Вижу его… Сковывающий лед нарастает толстой коркой под кожей. Богдан встает с лавочки, встречая нас. Несколько метров дорожки становятся тропой к гильотине.
– Давай, Бо. Я подожду здесь, – шепчет Окси и подталкивает меня в спину.
Так вот как чувствуют себя люди, приговоренные к казни, когда шагают к палачу? Колени дрожат, во рту сухо, виски пульсируют от напряжения.
Почему, Кот?
Почему она?
Почему не я?
Смотрю Богдану в глаза – в них смятение и беспокойство. Он прячет руки в карманы зеленых шорт и сжимает губы. Останавливаюсь. Между нами полметра, но они ощущаются как бездонная пропасть. Ничего уже не будет как прежде, но я могу попытаться сохранить хоть что-то.
– Привет, – произношу я, пытаясь улыбнуться.
Выходит плохо, и мысленно я впервые разрешаю себе произнести правду: «Я люблю тебя». Фраза расцветает розовым кустом внутри меня. Колет шипами и пьянит сладким ароматом.
Улыбаюсь.
– Привет… – тихо отзывается Кот.
И снова я вижу в глазах дорогого человека стыд, вину и боль… Нет, так не должно быть. Мои друзья будут счастливы. Я сделаю для этого все, что смогу.
– Кот, послушай… Только правда послушай, а не просто как радио в машине. У нас сложилась странная ситуация, которая всех запутала… – Облизываю пересохшие губы, глядя на ворот его футболки. – Я люблю тебя…
Сердце за мгновение собирается из пыли, чтобы разбиться во второй раз.
– Как друга, – заканчиваю фразу бессовестной ложью. – Только как друга. Ты важен для меня, и я хочу, чтобы у тебя все было хорошо. Давай оставим в прошлом все недопонимания.
Поднимаю голову, чтобы посмотреть ему в глаза. Чтобы убедить его. Заставить поверить.
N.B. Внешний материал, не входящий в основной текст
package org.stackwright.parallel;

/** Thrown when a run is cancelled by the user (Esc, interrupt, SIGINT) or by a listener. */
public class CancelledException extends RuntimeException {
    private static final long serialVersionUID = 1L;

    public CancelledException(String message) {
        super(message);
    }
}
Солнце выглядывает из-за облака и ослепляет меня, не давая разглядеть лицо Богдана. Надеюсь, на нем появилось облегчение. Протягиваю руку. Это последнее, что я могу.
– Ну так что? Друзья?
– Конечно, – отвечает Кот, крепко сжимая мою ладонь. – Конечно, друзья.
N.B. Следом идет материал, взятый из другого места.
import { z } from 'zod';
import { idSchema, isoDateTimeSchema } from './common';
import { objectiveSchema } from './designs';
import { legSourceSchema } from './modules';
import { runDetailSchema, runProgressSchema, runSummarySchema, tracePointSchema } from './runs';

/**
 * Coolers: a matched couple (a p and an n leg optimised together on one
 * current, the area ratio free) or a cascade (2–4 stages of couples, the
 * coldest first). Both are saved setups that are launched as runs on the
 * same queue as leg runs; the run's engine case is the command line's
 * `couple` / `cascade` case (shared/engine/PHYSICS.md) and its result is the
 * command's output. Settings are in the trade's units (K, W, mm, mm², K/W).
 */

const num = (field: string) => z.number({ error: `${field} must be a number` }).refine(Number.isFinite, { error: `${field} must be a finite number` });
const name = z.string({ error: 'name is required' }).trim().min(1, { error: 'name is required' }).max(120);
const notes = z.string().trim().max(4000).default('');
const hotSide = num('hotSide').min(100, { error: 'hotSide below 100 K is outside what the families describe' }).max(1000, { error: 'hotSide above 1000 K is implausible (temperatures are in kelvin)' });
const coldSide = num('coldSide').min(20).max(1000);
const starts = (what: string, fallback: number) =>
  z.number({ error: `${what} must be a whole number` }).int({ error: `${what} must be a whole number` }).min(1, { error: `${what} must be at least 1` }).max(500, { error: `${what} must be at most 500` }).default(fallback);

/**
 * A leg of a matched couple: a leg design (its profile is optimised within
 * the design's family, doping bounds, control points and monotone setting;
 * length, area and contacts from the design), or a fixed leg (a finished
 * run's optimum or baseline, or a family at uniform doping).
 */
export const coupleLegSourceSchema = z.union([z.strictObject({ kind: z.literal('design'), designId: idSchema }), legSourceSchema], {
  error: 'a couple leg is {kind: "design", designId}, {kind: "run", runId, leg} or {kind: "family", familyId, perCm3, lengthMm, areaMm2}',
});

/** `POST /api/coolers` with kind "couple". heatLoad is per couple [W]. */
export const coupleInputSchema = z
  .strictObject({
    kind: z.literal('couple'),
    name,
    notes,
    p: coupleLegSourceSchema,
    n: coupleLegSourceSchema,
    hotSide,
    objective: objectiveSchema.default('maxDeltaT'),
    heatLoad: num('heatLoad').min(0, { error: 'heatLoad must not be negative' }).max(100, { error: 'heatLoad above 100 W on one couple is implausible (it is in watts per couple)' }).default(0),
    coldSide: coldSide.optional(),
    /** A_n / A_p; absent = optimised (the couple's total cross-section kept). */
    areaRatio: num('areaRatio').gt(0, { error: 'areaRatio must be greater than 0' }).max(100).optional(),
    starts: starts('starts', 8),
  })
  .refine((d) => d.objective === 'maxDeltaT' || d.coldSide !== undefined, { error: 'coldSide is required for the heat-load and COP objectives', path: ['coldSide'] })
  .refine((d) => d.coldSide === undefined || d.coldSide < d.hotSide, { error: 'coldSide must be below hotSide', path: ['coldSide'] });

/** Where a cascade stage's couples come from: two leg sources, or both legs of a finished matched-couple run. */
export const stageSourceSchema = z.discriminatedUnion('kind', [
  z.strictObject({ kind: z.literal('legs'), p: legSourceSchema, n: legSourceSchema }),
  z.strictObject({ kind: z.literal('couple'), runId: idSchema }),
], { error: 'a stage is {kind: "legs", p, n} or {kind: "couple", runId}' });

export const stageInputSchema = z.strictObject({
  couples: z.number({ error: 'couples must be a whole number' }).int({ error: 'couples must be a whole number' }).min(1, { error: 'couples must be at least 1: a stage without couples cannot pump heat' }).max(10000),
  source: stageSourceSchema,
  /** Thermal resistance from this stage's hot side to the next stage (or the sink) [K/W]: ceramic plates, grease. */
  interfaceResistance: num('interfaceResistance').min(0, { error: 'interfaceResistance must not be negative' }).max(1000, { error: 'interfaceResistance above 1000 K/W is implausible (it is in K/W)' }).default(0),
});

/** The limit on the couple counts when they are optimised. */
export const couplesLimitSchema = z.discriminatedUnion('kind', [
  z.strictObject({ kind: z.literal('total'), total: z.number().int().min(2).max(40000) }),
  z.strictObject({ kind: z.literal('baseArea'), baseAreaMm2: num('baseAreaMm2').gt(0).max(1e5) }),
], { error: 'couplesLimit is {kind: "total", total} or {kind: "baseArea", baseAreaMm2}' });

/** `POST /api/coolers` with kind "cascade": stages coldest first; heatLoad on the coldest stage [W]. */
export const cascadeInputSchema = z
  .strictObject({
    kind: z.literal('cascade'),
    name,
    notes,
    hotSide,
    objective: z.enum(['maxDeltaT', 'minPower'], { error: 'objective must be maxDeltaT or minPower' }).default('maxDeltaT'),
    heatLoad: num('heatLoad').min(0, { error: 'heatLoad must not be negative' }).max(1000).default(0),
    coldSide: coldSide.optional(),
    wiring: z.enum(['series', 'separate'], { error: 'wiring must be series or separate' }).default('series'),
    stages: z.array(stageInputSchema).min(1, { error: 'a cascade needs at least one stage' }).max(4, { error: 'a cascade has at most 4 stages' }),
    /** null: the counts are as given; else they are optimised within the limit. */
    couplesLimit: couplesLimitSchema.nullable().default(null),
    starts: starts('starts', 4),
  })
  .refine((d) => d.objective === 'maxDeltaT' || d.coldSide !== undefined, { error: 'coldSide is required for the least-power objective', path: ['coldSide'] })
  .refine((d) => d.objective === 'maxDeltaT' || d.heatLoad > 0, { error: 'heatLoad must be greater than 0 for the least-power objective', path: ['heatLoad'] })
  .refine((d) => d.coldSide === undefined || d.coldSide < d.hotSide, { error: 'coldSide must be below hotSide', path: ['coldSide'] });

export const coolerInputSchema = z.union([coupleInputSchema, cascadeInputSchema], { error: 'kind must be "couple" or "cascade"' });

export const coolerKindSchema = z.enum(['couple', 'cascade']);

/** What the engine returned for one leg of a matched couple (SI). */
export const coupleLegResultSchema = z.object({
  length: z.number(),
  area: z.number(),
  doping: z.object({ x: z.array(z.number()), perCm3: z.array(z.number()) }).nullable(),
  optimised: z.boolean(),
  /** Shared current / this leg's area, and this leg's own best current density [A/m²]. */
  currentDensity: z.number(),
  ownCurrentDensity: z.number(),
  /** The leg as an engine leg definition (feeds a cascade stage). */
  leg: z.record(z.string(), z.unknown()),
});

/** The stored result of a couple run (the `couple` command's output, SI; plus the search). */
export const coupleResultSchema = z.object({
  hotSide: z.number(),
  coldSide: z.number(),
  deltaT: z.number(),
  heatLoad: z.number(),
  current: z.number(),
  voltage: z.number(),
  power: z.number(),
  cop: z.number().nullable(),
  areaRatio: z.number(),
  objective: z.object({ kind: objectiveSchema, value: z.number() }),
  p: coupleLegResultSchema,
  n: coupleLegResultSchema,
  /** The objective with the legs powered separately, and what one shared current costs (K, W or COP). */
  mismatch: z.object({ separateObjective: z.number(), cost: z.number(), unit: z.enum(['K', 'W', '']) }),
  evaluations: z.number(),
  seconds: z.number(),
});

export const cascadeStageResultSchema = z.object({
  coldSide: z.number(),
  hotSide: z.number(),
  current: z.number(),
  voltage: z.number(),
  power: z.number(),
  heatLoad: z.number(),
  heatRejected: z.number(),
  couples: z.number().int(),
});

/** Heat load against cold-side temperature at the best currents, for a cascade of `stages` stages. */
export const cascadeCurveSchema = z.object({
  stages: z.number().int(),
  points: z.array(z.object({ coldSide: z.number(), heatLoad: z.number(), current: z.array(z.number()), power: z.number() })),
});

/** The stored result of a cascade run (the `cascade` command's output, SI; plus the search). */
export const cascadeResultSchema = z.object({
  hotSide: z.number(),
  coldSide: z.number(),
  deltaT: z.number(),
  heatLoad: z.number(),
  objective: z.enum(['maxDeltaT', 'minPower']),
  wiring: z.enum(['series', 'separate']),
  stages: z.array(cascadeStageResultSchema),
  power: z.number(),
  cop: z.number().nullable(),
  curves: z.array(cascadeCurveSchema),
  evaluations: z.number(),
  seconds: z.number(),
});

/** The search a cooler run made, as leg runs record it. */
export const coolerSearchSchema = z.object({ startsDone: z.number().int(), bestStart: z.number().int(), starts: z.number().int() });

export const coolerSchema = z.object({
  id: idSchema,
  kind: coolerKindSchema,
  name: z.string(),
  notes: z.string(),
  input: coolerInputSchema,
  /** The engine case, resolved from the sources when saved: what a run of it computes. */
  case: z.record(z.string(), z.unknown()),
  createdBy: z.string(),
  createdAt: isoDateTimeSchema,
  updatedAt: isoDateTimeSchema,
});

/** A list entry: no engine case; the latest run's number, state and headline (ΔT [K]) when there is one. */
export const coolerSummarySchema = coolerSchema.omit({ case: true }).extend({
  latestRun: z
    .object({ id: idSchema, number: z.number().int(), state: z.enum(['queued', 'running', 'succeeded', 'failed', 'cancelled']), deltaT: z.number().nullable(), power: z.number().nullable() })
    .nullable(),
});

export const coolersResponseSchema = z.object({ coolers: z.array(coolerSummarySchema) });
export const coolerResponseSchema = z.object({ cooler: coolerSchema });

export type CoupleLegSource = z.infer<typeof coupleLegSourceSchema>;
export type CoupleInput = z.input<typeof coupleInputSchema>;
export type StageSource = z.infer<typeof stageSourceSchema>;
export type StageInput = z.input<typeof stageInputSchema>;
export type CouplesLimit = z.infer<typeof couplesLimitSchema>;
export type CascadeInput = z.input<typeof cascadeInputSchema>;
export type CoolerInput = z.input<typeof coolerInputSchema>;
export type CoolerKind = z.infer<typeof coolerKindSchema>;
export type CoupleRunResult = z.infer<typeof coupleResultSchema>;
export type CascadeRunResult = z.infer<typeof cascadeResultSchema>;
export type Cooler = z.infer<typeof coolerSchema>;
export type CoolerSummary = z.infer<typeof coolerSummarySchema>;

/**
 * `GET /api/runs/:id` of a couple or cascade run (a leg run answers
 * runDetailSchema): the frozen cooler and case, progress, trace and result
 * (coupleResultSchema or cascadeResultSchema by `run.kind`, plus `search`).
 */
export const coolerRunDetailSchema = z.object({
  run: runSummarySchema,
  cooler: coolerSchema,
  case: z.record(z.string(), z.unknown()),
  progress: runProgressSchema.nullable(),
  trace: z.array(tracePointSchema),
  traceTotal: z.number().int(),
  result: z.record(z.string(), z.unknown()).nullable(),
  engineVersion: z.string(),
});

/** Either kind of run detail, told apart by `run.kind`. */
export const anyRunDetailSchema = z.union([coolerRunDetailSchema, runDetailSchema]);

export type CoolerRunDetail = z.infer<typeof coolerRunDetailSchema>;
export type AnyRunDetail = z.infer<typeof anyRunDetailSchema>;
– Вот и отлично! Рада, что мы все прояснили, – оглядываюсь на Окси. – И за вас тоже рада.
– Правда?
– Кот… – качаю головой и вздыхаю. – Я когда-нибудь врала тебе?
– Никогда, – ласковые интонации в его голосе, словно теплые объятия.
Отступаю в сторону, расслабляя пальцы:
– Ладно. Раз уж мы все выяснили…
Кот не отпускает мою руку, удерживая рядом. Такое ощущение, что он недоволен или зол, но я не могу сейчас себе доверять.
– Мне пора, – освобождаю ладонь. – Пока.
Канат рвется, как нить. Уши закладывает от треска. Улыбаюсь, но не Богдану, а для него, слушая внутренний голос: «Я люблю тебя. Всегда буду. Это ведь не запрещено. Никто об этом больше не узнает».
– Увидимся в школе! – Машу Окси и отправляю ей воздушный поцелуй.
Кинув на Кота взгляд, ухожу по дорожке, что ведет к кинотеатру. Слежу за каждым шагом. Такое чувство, что кости собраны из старых деталек «Лего», которые не подходят друг другу. Как только большое старое здание позволяет скрыться за его стенами, дыхание рвется на судорожные вдохи и выдохи.